Toute personne ayant des idées est grandement appréciée.
Merci
En fait, c'est très facile: au lieu du nombre de bacs, vous pouvez donner une liste avec les limites des bacs. Ils peuvent aussi être inégalement répartis:
plt.hist(data, bins=[0, 10, 20, 30, 40, 50, 100])
Si vous voulez juste les distribuer également, vous pouvez simplement utiliser la plage:
plt.hist(data, bins=range(min(data), max(data) + binwidth, binwidth))
Ajouté à la réponse d'origine
La ligne ci-dessus fonctionne pour data
contenant uniquement des entiers. Comme macrocosme indique, pour les flotteurs, vous pouvez utiliser:
import numpy as np
plt.hist(data, bins=np.arange(min(data), max(data) + binwidth, binwidth))
Pour les n cases, les bords de la corbeille sont spécifiés par une liste de N + 1 valeurs, les N premières donnant les bords de la corbeille inférieurs et +1 les bords supérieurs de la dernière corbeille.
Code:
from numpy import np; from pylab import *
bin_size = 0.1; min_Edge = 0; max_Edge = 2.5
N = (max_Edge-min_Edge)/bin_size; Nplus1 = N + 1
bin_list = np.linspace(min_Edge, max_Edge, Nplus1)
Notez que linspace produit un tableau de min_Edge à max_Edge divisé en N + 1 valeurs ou N bacs.
Je suppose que le moyen le plus simple serait de calculer le minimum et le maximum des données dont vous disposez, puis de calculer L = max - min
. Ensuite, vous divisez L
par la largeur de bac souhaitée (je suppose que c'est ce que vous entendez par taille de bac) et utilisez le plafond de cette valeur comme nombre de bacs.
J'aime que les choses se passent automatiquement et que les bacs tombent sur des valeurs "agréables". Ce qui suit semble fonctionner assez bien.
import numpy as np
import numpy.random as random
import matplotlib.pyplot as plt
def compute_histogram_bins(data, desired_bin_size):
min_val = np.min(data)
max_val = np.max(data)
min_boundary = -1.0 * (min_val % desired_bin_size - min_val)

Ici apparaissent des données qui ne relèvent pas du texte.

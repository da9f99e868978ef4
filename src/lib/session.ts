import { queryOptions, useQueryClient, useSuspenseQuery } from '@tanstack/react-query';
import type { Session } from '#shared/contracts/session.ts';
import { ApiProblem } from './api-problem.ts';
import { send } from './send.ts';

/** Who is signed in and which shop the session is in; null when nobody is. */
async function readSession(): Promise<Session | null> {
  const reply = await send({ method: 'GET', url: '/api/session', isAboutSession: true });
  if (reply === null) return null;
  // Loaded only here: a visitor who is not signed in never pays for the schemas.
  const { sessionApi } = await import('#shared/contracts/session.ts');
  return sessionApi.get.response.parse(reply);
}

/**
 * Read once and then only when something asks for it: a session that ends is noticed by the first refused request, which
 * opens a dialog over the page; a quiet re-read would take the page away with what was typed on it.
 */
export const sessionQuery = () =>
  queryOptions({
    queryKey: ['session'],
    queryFn: readSession,
    staleTime: Number.POSITIVE_INFINITY,
    gcTime: Number.POSITIVE_INFINITY,
    refetchOnWindowFocus: false,
    refetchOnReconnect: false,
  });

/** The session on a page that is only shown to people who are signed in. */
export function useSession(): Session {
  const { data } = useSuspenseQuery(sessionQuery());
  if (!data) throw new ApiProblem({ title: 'You are not signed in' }, 401);
  return data;
}

/** Signs in. Throws ApiProblem when the address or the password is wrong. */
export async function signIn(body: { email: string; password: string }): Promise<void> {
  await send({ method: 'POST', url: '/api/session', body, isAboutSession: true });
}

/** Ends the session on the server; everything cached goes with the page that is then loaded. */
export async function signOut(): Promise<void> {
  await send({ method: 'DELETE', url: '/api/session', isAboutSession: true });
}

/** Moves the session to another of the person's shops, on the server only. */
export async function moveSession(shopId: string): Promise<void> {
  await send({ method: 'PUT', url: '/api/session/shop', body: { shopId }, isAboutSession: true });
}

/** Moves to another shop and forgets all that was read in the one before. Only where no page of either is shown. */
export function useSwitchShop(): (shopId: string) => Promise<void> {
  const client = useQueryClient();
  return async (shopId) => {
    await moveSession(shopId);
    client.removeQueries({ predicate: (query) => query.queryKey[0] !== 'session' });
    await client.refetchQueries({ queryKey: sessionQuery().queryKey });
  };
}
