import { useState } from 'react';
import { type HoursRow, hoursApi } from '#shared/contracts/hours.ts';
import { ApiProblem } from '../../lib/api-problem.ts';
import { call } from '../../lib/api.ts';
import { fieldsInWords } from '../../lib/field-words.ts';
import { ConflictDialog } from '../../ui/conflict.tsx';
import { useFormatter } from '../../ui/formatter-context.tsx';
import type { PickOption } from '../../ui/pick-field.tsx';
import type { Option } from '../../ui/text-field.tsx';
import { notify } from '../../ui/toast.tsx';
import { tryUndo } from '../../ui/undo.ts';
import { HoursDialog } from './hours-dialog.tsx';
import { changeOf, formOf } from './hours-form.ts';
import { type HoursChange, useHoursWrites } from './mutations.ts';

type Props = {
  hours: HoursRow;
  rebuilds: readonly PickOption[];
  workers: readonly Option[];
  onClose: () => void;
};

const NAMES = {
  rebuildId: 'Rebuild',
  workerId: 'Who',
  workedOn: 'Day',
  seconds: 'Hours',
  isPaid: 'Paid',
  task: 'Doing what',
} as const;

/** Changes one row of hours; if someone was quicker, shows both versions and asks. */
export function ChangeHours({ hours, rebuilds, workers, onClose }: Props) {
  const format = useFormatter();
  const { change } = useHoursWrites();
  const [conflict, setConflict] = useState<{ now: HoursRow; mine: HoursChange } | null>(null);

  async function save(base: HoursRow, mine: HoursChange): Promise<void> {
    if (Object.keys(mine).length > 0) {
      const saved = await change(base, mine);
      const back = Object.fromEntries(Object.keys(mine).map((name) => [name, base[name as keyof HoursRow]]));
      notify('Hours changed', { undo: () => void tryUndo(change(saved, back)) });
    }
    onClose();
  }

  async function onSave(body: Parameters<typeof changeOf>[1]): Promise<void> {
    const mine = changeOf(hours, body);
    try {
      await save(hours, mine);
    } catch (problem) {
      if (!(problem instanceof ApiProblem) || problem.status !== 412) throw problem;
      const now = await findNow(hours);
      if (!now) throw problem;
      setConflict({ now, mine });
    }
  }

  const words = (field: keyof HoursRow, value: unknown) => {
    if (value === null || value === undefined) return 'nothing';
    if (field === 'seconds') return format.hours(Number(value), true);
    if (typeof value === 'boolean') return value ? 'yes' : 'no';
    const options = field === 'rebuildId' ? rebuilds : field === 'workerId' ? workers : [];
    return options.find((option) => option.value === value)?.label ?? String(value);
  };

  if (conflict) {
    return (
      <ConflictDialog
        subject="these hours"
        fields={fieldsInWords<HoursRow>(conflict.mine as Partial<HoursRow>, conflict.now, NAMES, words)}
        onTheirs={onClose}
        onMine={() => void save(conflict.now, conflict.mine)}
      />
    );
  }
  return <HoursDialog title="Change these hours" start={formOf(hours)} {...{ rebuilds, workers, onSave, onClose }} />;
}

/** The row as it stands now; null when it is no longer on its rebuild's first page. */
async function findNow(hours: HoursRow): Promise<HoursRow | null> {
  const { rows } = await call(hoursApi.list, { query: { rebuild: hours.rebuildId, void: 'show' } });
  return rows.find((row) => row.id === hours.id) ?? null;
}
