import { z } from 'zod';
import { parseCents } from '#shared/money.ts';

/** A typed amount as cents, for a form's schema; says what it cannot read. `decimal` is the shop's decimal mark. */
export function centsTextSchema(decimal: '.' | ',') {
  return z.string().transform((text, context) => readCents(text, decimal, context));
}

/** As centsTextSchema, but an empty field is null: nothing said. */
export function optionalCentsTextSchema(decimal: '.' | ',') {
  return z.string().transform((text, context) => (text.trim() === '' ? null : readCents(text, decimal, context)));
}

function readCents(text: string, decimal: '.' | ',', context: z.core.$RefinementCtx): number {
  const cents = parseCents(text, decimal);
  if (cents !== null) return cents;
  context.addIssue({
    code: 'custom',
    message: text.trim() === '' ? 'Type an amount.' : `“${text}” cannot be read as an amount.`,
  });
  return z.NEVER;
}

/** Cents as the text that a money field starts with: plain digits in the shop's decimal mark; '' for null. */
export function centsToText(cents: number | null, decimal: '.' | ','): string {
  return cents === null ? '' : (cents / 100).toFixed(2).replace('.', decimal);
}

max_boundary = max_val - max_val % desired_bin_size + desired_bin_size
n_bins = int((max_boundary - min_boundary) / desired_bin_size) + 1
bins = np.linspace(min_boundary, max_boundary, n_bins)
return bins
if __== '__main__':
data = np.random.random_sample(100) * 123.34 - 67.23
bins = compute_histogram_bins(data, 10.0)
print(bins)
plt.hist(data, bins=bins)
plt.xlabel('Value')
plt.ylabel('Counts')
plt.title('Compute Bins Example')
plt.grid(True)
plt.show()
Le résultat a des cases sur les intervalles de Nice de taille.

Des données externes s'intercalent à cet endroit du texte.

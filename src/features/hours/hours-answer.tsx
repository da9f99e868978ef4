import { useInfiniteQuery } from '@tanstack/react-query';
import type { ReactNode } from 'react';
import type { HoursQuery } from '#shared/contracts/hours.ts';
import { AnswerHeader, Mark } from '../../ui/answer-header.tsx';
import { useFormatter } from '../../ui/formatter-context.tsx';
import { hoursQuery } from './queries.ts';

/** The head of the hours: what everything that is shown comes to. */
export function HoursAnswer({
  filters,
  isFiltered,
  actions,
}: {
  filters: HoursQuery;
  isFiltered: boolean;
  actions?: ReactNode;
}) {
  const format = useFormatter();
  const { data } = useInfiniteQuery(hoursQuery(filters));
  const totals = data?.pages[0]?.totals;
  const head = { question: 'Where did the hours go?', title: 'Hours', filters: actions };
  if (!totals) return <AnswerHeader {...head} answer="Adding up the hours …" />;
  if (totals.count === 0)
    return <AnswerHeader {...head} answer={isFiltered ? 'No hours match this.' : 'No hours are kept yet.'} />;
  const { ownSeconds, paidSeconds } = totals;
  return (
    <AnswerHeader
      {...head}
      answer={
        <>
          <Mark>{format.hours(ownSeconds + paidSeconds)} hours</Mark>
          {isFiltered ? ' match' : ' are in the books'}: {format.hours(ownSeconds)} of your own,{' '}
          {format.hours(paidSeconds)} paid.
        </>
      }
      caution="Paid hours are in the costs through their wages; “per hour” counts your own. Void hours are in no sum."
    />
  );
}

[-70. -60. -50. -40. -30. -20. -10. 0. 10. 20. 30. 40. 50. 60.]
J'utilise des quantiles pour créer des bacs uniformes et adaptés à l'échantillon:
bins=df['Generosity'].quantile([0,.05,0.1,0.15,0.20,0.25,0.3,0.35,0.40,0.45,0.5,0.55,0.6,0.65,0.70,0.75,0.80,0.85,0.90,0.95,1]).to_list()
plt.hist(df['Generosity'], bins=bins, normed=True, alpha=0.5, histtype='stepfilled', color='steelblue', edgecolor='none')

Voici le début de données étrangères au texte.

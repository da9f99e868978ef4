import { zodResolver } from '@hookform/resolvers/zod';
import { useForm } from 'react-hook-form';
import { TASKS } from '#shared/vocabulary.ts';
import { useUnsaved } from '../../lib/unsaved.ts';
import { Button } from '../../ui/button.tsx';
import { FormPick } from '../../ui/form-fields.tsx';
import type { PickOption } from '../../ui/pick-field.tsx';
import { DayField, type Option, SelectField, TextField } from '../../ui/text-field.tsx';
import { EMPTY_HOURS, type HoursForm, hoursFormSchema } from './hours-form.ts';

type Props = {
  start: Partial<HoursForm>;
  /** null = the row is for one rebuild, which is not asked for. */
  rebuilds: readonly PickOption[] | null;
  workers: readonly Option[];
  onSend: (typed: HoursForm) => void;
};

/** One line of hours by the keyboard alone. Day, rebuild and person stay for the next; the cursor goes back to the hours. */
export function HoursRowForm({ start, rebuilds, workers, onSend }: Props) {
  const form = useForm({ defaultValues: { ...EMPTY_HOURS, ...start }, resolver: zodResolver(hoursFormSchema) });
  const { register, control, formState } = form;
  const { errors, dirtyFields } = formState;
  useUnsaved(Boolean(dirtyFields.seconds));
  const onSubmit = form.handleSubmit(() => {
    const values = form.getValues();
    onSend(values);
    // Before the reset, which forgets where the fields are.
    form.setFocus('seconds');
    form.reset({ ...values, seconds: '', task: '' });
  });
  return (
    <form
      onSubmit={(event) => void onSubmit(event)}
      noValidate
      aria-label="Add hours"
      className="entry-row"
      data-fields={rebuilds ? 6 : 5}
    >
      <DayField label="Day" {...register('workedOn')} error={errors.workedOn?.message} />
      {rebuilds && <FormPick control={control} name="rebuildId" label="Rebuild" options={rebuilds} />}
      <SelectField label="Who" {...register('workerId')} options={workers} none="Not said" />
      <TextField
        label="Hours"
        {...register('seconds')}
        error={errors.seconds?.message}
        placeholder="3.5 or 3:30"
        inputMode="decimal"
        autoComplete="off"
      />
      <TextField label="Doing what" {...register('task')} error={errors.task?.message} list="tasks" maxLength={200} />
      <datalist id="tasks">
        {TASKS.map((task) => (
          <option key={task} value={task} />
        ))}
      </datalist>
      <Button kind="main" type="submit" className="entry-add">
        Add
      </Button>
    </form>
  );
}
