import type { z } from 'zod';
import type { Contract } from '#shared/contract.ts';
import { send, type Transport } from './send.ts';

type Part<C, Name extends string, Key extends string = Name> =
  C extends Readonly<Record<Name, infer S extends z.ZodType>> ? { [K in Key]: z.input<S> } : unknown;

/** What a contract asks for; a contract without params, query or body leaves them out. */
export type CallInput<C extends Contract> = Part<C, 'params'> &
  Part<C, 'query'> &
  Part<C, 'body'> &
  (C extends { upload: true } ? { body: FormData } : unknown) &
  (C extends { once: true } ? { idempotencyKey: string } : unknown) &
  (C extends { edits: true }
    ? { version: number }
    : C extends { edits: 'optional' }
      ? { version?: number }
      : unknown) & { signal?: AbortSignal; transport?: Transport };

type Loose = {
  params?: Record<string, unknown>;
  query?: Record<string, unknown>;
  body?: unknown;
  idempotencyKey?: string;
  version?: number;
  signal?: AbortSignal;
  transport?: Transport;
};

/** Sends what the contract asks for and returns its reply, parsed by the same contract. Throws ApiProblem. */
export async function call<const C extends Contract>(
  contract: C,
  ...[input]: Record<never, never> extends CallInput<C> ? [input?: CallInput<C>] : [input: CallInput<C>]
): Promise<z.output<C['response']>> {
  const { params, query, ...rest }: Loose = input ?? {};
  const url = addressOf(contract, params) + queryText(query ?? {});
  const reply = await send({ method: contract.method, url, ...rest });
  return contract.response.parse(reply) as z.output<C['response']>;
}

/** A key for one creating form: make it when the form opens, and a new one after it was saved. */
export function newIdempotencyKey(): string {
  return crypto.randomUUID();
}

/** The address of a route, its parameters filled in. */
export function addressOf({ path }: Contract, params: Readonly<Record<string, unknown>> = {}): string {
  return path.replace(/:(\w+)/g, (_, name: string) => encodeURIComponent(String(params[name])));
}

/** Query text of plain values; null and undefined are left out, lists repeat their name. */
export function queryText(query: Record<string, unknown>): string {
  const search = new URLSearchParams();
  for (const [name, value] of Object.entries(query)) {
    for (const one of Array.isArray(value) ? value : [value]) {
      if (one !== undefined && one !== null && one !== '') search.append(name, String(one));
    }
  }
  const text = search.toString();
  return text === '' ? '' : `?${text}`;
}
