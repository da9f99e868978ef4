import { useEffect } from 'react';

const open = new Set<symbol>();
let guard: ((go: () => void) => void) | null = null;

/** While `isUnsaved`, this part of the page holds something typed that would be gone if the page were left. */
export function useUnsaved(isUnsaved: boolean): void {
  useEffect(() => {
    if (!isUnsaved) return;
    const one = Symbol('unsaved');
    open.add(one);
    return () => void open.delete(one);
  }, [isUnsaved]);
}

/** Does any part of the page hold something typed and not saved? */
export function hasUnsaved(): boolean {
  return open.size > 0;
}

/** Leaves the page by `go`: at once, or after a person said so where something is not saved. */
export function leaveBy(go: () => void): void {
  if (guard && hasUnsaved()) guard(go);
  else go();
}

/** Who asks before a page is left. Returns what ends it. */
export function guardLeaving(ask: (go: () => void) => void): () => void {
  guard = ask;
  return () => {
    guard = null;
  };
}
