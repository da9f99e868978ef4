import { type FormEvent, useState } from 'react';
import { ApiProblem } from './api-problem.ts';
import { fieldName } from './apply-problem.ts';

type Values<Name extends string> = Record<Name, string>;
export type FieldErrors<Name extends string> = Partial<Record<Name, string>>;

type Wish<Name extends string> = {
  /** The fields, by their `name`; their typed text is handed to the rest. */
  names: readonly Name[];
  /** What can be seen without asking: complaints by field. */
  check?: (values: Values<Name>) => FieldErrors<Name>;
  save: (values: Values<Name>) => Promise<unknown>;
};

/**
 * A small form without a form library: for the pages that a visitor meets first, and for one-field rows. A refused
 * save shows at the field that its pointer names; what no field answers for is `message`. Nothing typed is lost.
 */
export function usePlainForm<Name extends string>({ names, check, save }: Wish<Name>) {
  const [errors, setErrors] = useState<FieldErrors<Name>>({});
  const [message, setMessage] = useState<string>();
  const [isBusy, setBusy] = useState(false);

  const complain = (form: HTMLFormElement, found: FieldErrors<Name>) => {
    setErrors(found);
    const first = names.find((name) => found[name] !== undefined);
    const field = first && form.elements.namedItem(first);
    if (field instanceof HTMLElement) field.focus();
    return first !== undefined;
  };

  const submit = async (form: HTMLFormElement) => {
    if (isBusy) return;
    const fields = new FormData(form);
    const values = Object.fromEntries(names.map((name) => [name, String(fields.get(name) ?? '')])) as Values<Name>;
    setMessage(undefined);
    if (complain(form, check?.(values) ?? {})) return;
    setBusy(true);
    try {
      await save(values);
    } catch (refused) {
      if (!(refused instanceof ApiProblem)) throw refused;
      const { atFields, rest } = sorted(refused, names);
      complain(form, atFields);
      setMessage(rest);
    } finally {
      setBusy(false);
    }
  };

  const onSubmit = (event: FormEvent<HTMLFormElement>) => {
    event.preventDefault();
    void submit(event.currentTarget);
  };
  return { onSubmit, isBusy, errors, message };
}

function sorted<Name extends string>(problem: ApiProblem, names: readonly Name[]) {
  const atFields: FieldErrors<Name> = {};
  const homeless = problem.errors.length === 0 ? [problem.message] : [];
  for (const { pointer, detail } of problem.errors) {
    const name = names.find((one) => one === fieldName(pointer));
    if (name) atFields[name] ??= detail;
    else homeless.push(detail);
  }
  return { atFields, rest: homeless.join(' ') || undefined };
}
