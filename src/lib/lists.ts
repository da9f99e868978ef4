import { queryOptions } from '@tanstack/react-query';
import { shopApi } from '#shared/contracts/shop.ts';
import { call } from './api.ts';
import { capital } from './capital.ts';

/** The shop's classes, damage types, categories and workers, for the forms and filters of every page. */
export const listsQuery = () =>
  queryOptions({ queryKey: ['lists'], queryFn: ({ signal }) => call(shopApi.lists, { signal }), staleTime: 300_000 });

type Word = { readonly id: string; readonly name: string; readonly isRetired: boolean };

/** Words of a list as options of a field: retired ones only where one is chosen already. */
export function optionsOf(words: readonly Word[], chosen: string | null = null): { value: string; label: string }[] {
  return words
    .filter((word) => !word.isRetired || word.id === chosen)
    .map((word) => ({ value: word.id, label: capital(word.name) }));
}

J'ai eu le même problème que OP (je pense!), Mais je ne pouvais pas le faire fonctionner de la manière indiquée par Lastalda. Je ne sais pas si j'ai bien interprété la question, mais j'ai trouvé une autre solution (c'est probablement une très mauvaise façon de le faire).
Voici comment je l'ai fait:
plt.hist([1,11,21,31,41], bins=[0,10,20,30,40,50], weights=[10,1,40,33,6]);
Ce qui crée ceci:
Donc, le premier paramètre "initialise" le bac - je crée spécifiquement un nombre compris entre la plage que j'ai définie dans le paramètre bins.
Pour illustrer cela, regardez le tableau dans le premier paramètre ([1,11,21,31,41]) et le tableau 'bins' dans le deuxième paramètre ([0,10,20,30,40,50]) :
Ensuite, j'utilise le paramètre 'poids' pour définir la taille de chaque bac. C'est le tableau utilisé pour le paramètre de pondération: [10,1,40,33,6].
Ainsi, la valeur 10 est attribuée à la case 0 à 10, la valeur 1 à la case 11 à 20, la valeur 40 à la case 21 à 30, etc.